Le premier qui dit la vérité, il doit être exécuté… chantait à juste titre Guy Béart
Ce qui nous semble évident aujourd’hui ne l’est pas du tout à l’époque. Au contraire Semmelweiss soulève l’opposition de ses pairs. Quelle idée saugrenue de prêter attention aux mains des soignants ! Il n’est pas en position de force. Il est jeune, étranger et seulement assistant. Ses idées bousculent les habitudes des soignants, elles font de l’ombre à son supérieur, elles portent atteinte à la prestigieuse école de médecine de Vienne. L’élite médicale a bien sûr des liens et des appuis avec les dirigeants, les politiques. Il se retrouve au milieu de querelles intestines entre conservateurs et progressistes, entre grands noms. La médecine est à un tournant de son évolution, elle tente de passer de la théorie des humeurs à des raisonnements physiopathologiques.
Il aura beau prouver qu’en respectant cette hygiène des mains la mortalité baisse, rien n’y fera.
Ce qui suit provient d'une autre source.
import { readFileSync } from "node:fs";
import { describe, expect, test } from "vitest";
import { buildModel } from "../src/model.ts";
import { fillNormals } from "../src/probability/streams.ts";
import { readDocument, readStudy } from "../src/study/read-study.ts";
import { gallery } from "./report/gallery.ts";

const root = new URL("../", import.meta.url).pathname;
const studies = {
  "two soils": readStudy(readFileSync(`${root}studies/two-soils-high-water/study.yaml`, "utf8")),
  "sloping fill": readStudy(readFileSync(`${root}studies/sloping-fill-us/study.yaml`, "utf8")),
  "the wall of the speed tests": readStudy(readFileSync(`${root}tests/bench/bench.yaml`, "utf8")),
  ...Object.fromEntries(Object.entries(gallery).map(([name, tree]) => [name, readDocument(tree)])),
};

describe("limit states of a wall", () => {
  test.each(Object.entries(studies))("tables stand in for the formulas to 1e-7 of a factor: %s", (_, study) => {
    const { states, space } = buildModel(study);
    const n = states.capacity;
    const z = states.keys.map((key, j) => {
      const column = new Float64Array(n);
      fillNormals("tables", "test", key, j, column, n);
      // a few samples beyond the reach of the tables
      column[0] = 6.5;
      column[1] = -6.5;
      return column;
    });
    const columns = (): Float64Array[] => states.names.map(() => new Float64Array(n));
    const [exact, tabled] = [columns(), columns()];
    const [exactMarks, tabledMarks] = [new Uint8Array(n), new Uint8Array(n)];
    states.evaluate(z, n, exact, exactMarks, true);
    states.evaluate(z, n, tabled, tabledMarks, false);
    expect([...tabledMarks]).toEqual([...exactMarks]);
    for (let k = 0; k < states.names.length; k++)
      for (let i = 0; i < n; i++) expect(Math.abs(tabled[k][i] - exact[k][i]) / (1 + exact[k][i])).toBeLessThan(1e-7);
    expect(states.evaluations).toEqual({ exact: n, batched: n });
    expect(space.coordinates).toHaveLength(states.dimension);
  });

  test("at given values are those of the same values drawn", () => {
    const { states, space } = buildModel(studies["two soils"]);
    const one = states.keys.map((_, j) => Float64Array.of(0.3 * j - 1));
    const x = space.unknowns.map((unknown, v) =>
      Float64Array.of(
        unknown.marginal.quantileOfNormal(space.rows[v].reduce((sum, weight, j) => sum + weight * one[j][0], 0)),
      ),
    );
    const factors = (): Float64Array[] => states.names.map(() => new Float64Array(1));
    const [drawn, given] = [factors(), factors()];
    const marks = new Uint8Array(1);
    states.evaluate(one, 1, drawn, marks, true);
    states.evaluateAt(x, 1, given, marks);
    expect(given).toEqual(drawn);
  });

  test("a sample outside its physical range is taken at the limit and marked", () => {
    const study = readDocument({
      ...gallery.plain,
      loads: { surcharge: { pressure: { normal: { mean: 10, sd: 10 } } } },
    });
    const { states, space } = buildModel(study);
    const place = space.unknowns.findIndex((unknown) => unknown.path === "loads.surcharge.pressure");
    const at = (pressure: number): { factors: number[]; mark: number } => {
      const out = states.names.map(() => new Float64Array(1));
      const marks = new Uint8Array(1);
      states.evaluateAt(
        space.unknowns.map((unknown, v) => Float64Array.of(v === place ? pressure : unknown.marginal.mean)),
        1,
        out,
        marks,
      );
      return { factors: out.map((column) => column[0]), mark: marks[0] };
    };
    expect(at(-5)).toEqual({ factors: at(0).factors, mark: 8 });
    expect(at(0).mark).toBe(0);
    const z = states.keys.map(() => Float64Array.of(-2, 2));
    for (const exact of [true, false]) {
      const marks = new Uint8Array(2);
      states.evaluate(
        z,
        2,
        states.names.map(() => new Float64Array(2)),
        marks,
        exact,
      );
      expect([...marks]).toEqual([8, 0]);
    }
  });

  test("more samples than the block holds are refused", () => {
    const { states } = buildModel(studies["two soils"]);
    expect(() => states.evaluate([], states.capacity + 1, [], new Uint8Array(1), true)).toThrow(RangeError);
  });
});
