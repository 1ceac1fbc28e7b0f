import { expect, test } from "vitest";
import { assess } from "../src/assess.ts";
import { readDocument } from "../src/study/read-study.ts";
import { gallery } from "./report/gallery.ts";

type Tree = Record<string, unknown>;

test("every kind of uncertain value is echoed with its word, moments, fractiles, share of knowledge and picture", async () => {
  const soils = {
    fill: {
      name: "Gravel fill",
      unit_weight: { truncated_normal: { mean: 19, sd: 1, from: 17, to: 20 } },
      friction_angle: { measured: [33.1, 35.4, 31.8, 36], as: "normal" },
    },
    sand: {
      unit_weight: { range: { lowest: 17, likely: 18, highest: 19 }, source: "judgement" },
      friction_angle: {
        scatter: { inherent: 0.09, scale_of_fluctuation: 1.5, averaged_over: 6, measurement: 0.03, tests: 4 },
        normal: { mean: 33 },
      },
    },
  };
  const study = readDocument({ ...(gallery.plain as Tree), soils, assessment: { seed: "echo", samples: 1000 } });
  const byPath = new Map((await assess(study)).variables.map((variable) => [variable.path, variable]));
  const at = (path: string) => byPath.get(path) ?? expect.fail(path);

  const cut = at("soils.fill.unit_weight");
  expect(cut).toMatchObject({
    distribution: "truncated_normal",
    unit: "kN/m³",
    label: "Unit weight of Gravel fill",
    parent: { mean: 19, sd: 1 },
    knowledge: 1,
  });
  expect(cut.mean).toBeLessThan(19);
  expect(at("soils.fill.friction_angle")).toMatchObject({
    distribution: "measured",
    ticks: [33.1, 35.4, 31.8, 36],
    unit: "°",
  });
  expect(at("soils.fill.friction_angle").knowledge).toBeCloseTo(0.2, 12); // (1/4)/(1 + 1/4)
  const judged = at("soils.sand.unit_weight");
  expect(judged).toMatchObject({ distribution: "range", mean: 18, sd: 0.5, source: "judgement" });
  expect(judged.fractile5).toBeCloseTo(18 - 0.5 * 1.6448536269514722, 12);
  expect(judged.fractile95).toBeCloseTo(18 + 0.5 * 1.6448536269514722, 12);
  const cov2 = 0.25 * 0.09 ** 2 + (0.09 ** 2 + 0.03 ** 2) / 4;
  expect(at("soils.sand.friction_angle").sd).toBeCloseTo(33 * Math.sqrt(cov2), 10);
  expect(at("soils.sand.friction_angle").knowledge).toBeCloseTo(1 - (0.25 * 0.09 ** 2) / cov2, 10);
  for (const { density } of byPath.values()) {
    expect(density.x).toHaveLength(density.y.length);
    expect(Math.min(...density.y)).toBeGreaterThanOrEqual(0);
  }
});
On s’en tiendra à la thèse officielle : la fièvre puerpérale est due aux conditions cosmiques, telluriques et hygrométrique du lieu, à l’encombrement des salles et peut-être… aux examens plus brusques des hommes et leur fréquente utilisation d’instruments.
Semmelweiss est remercié en 1849. Il s’acharne malgré tout et continue ses études, si bien qu’on en vient même à lui interdire la consultation des archives… Il peut continuer ses cours d’obstétrique mais seulement sur des mannequins !
SEMMELWEISS a été interné et il est mort en 1865 à 47 ans, rejeté. On donne plusieurs causes à sa mort, dont une septicémie, un comble ! Il n’a pas eu le temps de savoir que ses travaux changeraient un jour complètement la vie des femmes et bien au-delà. Et s’il avait trouvé le véhicule de la maladie, d’autres allaient trouver le pourquoi.
La fièvre puerpérale a toujours existé, mais... elle a connu ses plus beaux jours au milieu du 17ème siècle avec la médicalisation de l'accouchement, le développement de l'obstétrique, les maternités. Ironie du sort, ce qui se voulait un progrès eut un revers très dommageable pour les femmes...
L’idée était dans l’air…
Un siècle plus tôt, Alexander Gordon avait eu la même conviction sur les mains des médecins. Aux USA, Oliver Wendell Holmes, en 1843, a fait les mêmes observations que Semmelweiss. Lui aussi a été contesté et il a quitté la médecine. Les arguments qui lui ont été opposés par des obtétriciens nous paraissent totalement grotesques aujourd’hui :
« Les médecins sont des gentlemen, les mains des gentlemen sont propres » !!!!
"Il n'est rien au monde d'aussi puissant qu'une idée dont l'heure est venue." Victor Hugo
"Si une idée ne paraît pas d'abord absurde, alors il n'y a aucun espoir qu'elle devienne quelque chose." Albert Einstein
J'ai choisi cette histoire qui fait parfaitement écho aux querelles actuelles autour du Pr RAOULT.
Au lieu d'écouter les commentaires raccourcis, mieux vaut aller à la source pour écouter ce qu'il dit lui-même en particulier sur son cadre de pensée sur la méthodologie scientifique. Sans ça, on reste englué dans une polémique stérile.